#### [Exercise aim]
Every line of the material below should be repeated exactly.

▬▬▬▬▬▬▬▬▬▬

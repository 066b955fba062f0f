"""Etch recipes of the lab."""

from __future__ import annotations

from collections.abc import Mapping
from dataclasses import dataclass
from typing import Annotated

from builder.records.conversion import Key, Percent, Setting, Temperature, Time
from builder.records.record import Record
from builder.records.terms import AfterStepKind, Bath, Method, PublishedConditions, Status


@dataclass(frozen=True, slots=True, kw_only=True)
class Step:
    """One step with its settings by name; `time` only where the recipe fixes it."""

    step: str
    values: Mapping[str, Setting]
    time: Time | None = None
    note: str | None = None


@dataclass(frozen=True, slots=True, kw_only=True)
class MaskRecord:
    """A mask that was seen to stay on the films `on`, with its preparation, for up to a time."""

    film: str
    on: tuple[str, ...]
    preparation: str
    longest_time_held: Time
    runs: tuple[str, ...] = ()
    note: str | None = None


@dataclass(frozen=True, slots=True, kw_only=True)
class UndercutRatio:
    """Sideways etch divided by depth; `basis` (`from` in the file) says where the values come from."""

    low: float
    mid: float
    high: float
    basis: Annotated[str, Key("from")]


@dataclass(frozen=True, slots=True, kw_only=True)
class AfterStep:
    """A step after the etch; `within` is the longest wait before it."""

    what: str
    kind: AfterStepKind
    chemical: str | None = None
    within: Time | None = None
    note: str | None = None


@dataclass(frozen=True, slots=True, kw_only=True)
class Fault:
    """A known fault: how it looks, its cause, its cure."""

    look: str
    cause: str
    cure: str


@dataclass(frozen=True, slots=True, kw_only=True)
class Etch(Record):
    """One recipe of the lab. What a recipe does not state is None, never a default."""

    name: str
    method: Method
    tool: str
    etchant: str
    status: Status
    owner_role: str
    targets: tuple[str, ...]
    settings: tuple[Step, ...]
    clearing: str
    if_not_cleared: str
    bath: Bath | None = None
    published_conditions: PublishedConditions | None = None
    retired_reason: str | None = None
    temperature: Temperature | None = None
    temperature_held: str | None = None
    masks: tuple[MaskRecord, ...] = ()
    undercut_ratio: UndercutRatio | None = None
    isotropic: bool | None = None
    nonuniformity: Percent | None = None
    induction: Time | None = None
    breakthrough: str | None = None
    transfer_time: Time | None = None
    overetch: Percent | None = None
    endpoint: str | None = None
    seasoning: str | None = None
    cooling: str | None = None
    seconds_per_cycle: Time | None = None
    before_steps: tuple[str, ...] = ()
    after_steps: tuple[AfterStep, ...] = ()
    faults: tuple[Fault, ...] = ()
    do_not_use_for: tuple[str, ...] = ()
    waste: str | None = None
    labels: tuple[str, ...] = ()
    note: str | None = None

▬▬▬▬▬▬▬▬▬▬

#### [Exercise answer]
repository 066b955fba062f0f
"""Etch recipes of the lab."""

from __future__ import annotations

from collections.abc import Mapping
from dataclasses import dataclass
from typing import Annotated

from builder.records.conversion import Key, Percent, Setting, Temperature, Time
from builder.records.record import Record
from builder.records.terms import AfterStepKind, Bath, Method, PublishedConditions, Status


@dataclass(frozen=True, slots=True, kw_only=True)
class Step:
    """One step with its settings by name; `time` only where the recipe fixes it."""

    step: str
    values: Mapping[str, Setting]
    time: Time | None = None
    note: str | None = None


@dataclass(frozen=True, slots=True, kw_only=True)
class MaskRecord:
    """A mask that was seen to stay on the films `on`, with its preparation, for up to a time."""

    film: str
    on: tuple[str, ...]
    preparation: str
    longest_time_held: Time
    runs: tuple[str, ...] = ()
    note: str | None = None


@dataclass(frozen=True, slots=True, kw_only=True)
class UndercutRatio:
    """Sideways etch divided by depth; `basis` (`from` in the file) says where the values come from."""

    low: float
    mid: float
    high: float
    basis: Annotated[str, Key("from")]


@dataclass(frozen=True, slots=True, kw_only=True)
class AfterStep:
    """A step after the etch; `within` is the longest wait before it."""

    what: str
    kind: AfterStepKind
    chemical: str | None = None
    within: Time | None = None
    note: str | None = None


@dataclass(frozen=True, slots=True, kw_only=True)
class Fault:
    """A known fault: how it looks, its cause, its cure."""

    look: str
    cause: str
    cure: str


@dataclass(frozen=True, slots=True, kw_only=True)
class Etch(Record):
    """One recipe of the lab. What a recipe does not state is None, never a default."""

    name: str
    method: Method
    tool: str
    etchant: str
    status: Status
    owner_role: str
    targets: tuple[str, ...]
    settings: tuple[Step, ...]
    clearing: str
    if_not_cleared: str
    bath: Bath | None = None
    published_conditions: PublishedConditions | None = None
    retired_reason: str | None = None
    temperature: Temperature | None = None
    temperature_held: str | None = None
    masks: tuple[MaskRecord, ...] = ()
    undercut_ratio: UndercutRatio | None = None
    isotropic: bool | None = None
    nonuniformity: Percent | None = None
    induction: Time | None = None
    breakthrough: str | None = None
    transfer_time: Time | None = None
    overetch: Percent | None = None
    endpoint: str | None = None
    seasoning: str | None = None
    cooling: str | None = None
    seconds_per_cycle: Time | None = None
    before_steps: tuple[str, ...] = ()
    after_steps: tuple[AfterStep, ...] = ()
    faults: tuple[Fault, ...] = ()
    do_not_use_for: tuple[str, ...] = ()
    waste: str | None = None
    labels: tuple[str, ...] = ()
    note: str | None = None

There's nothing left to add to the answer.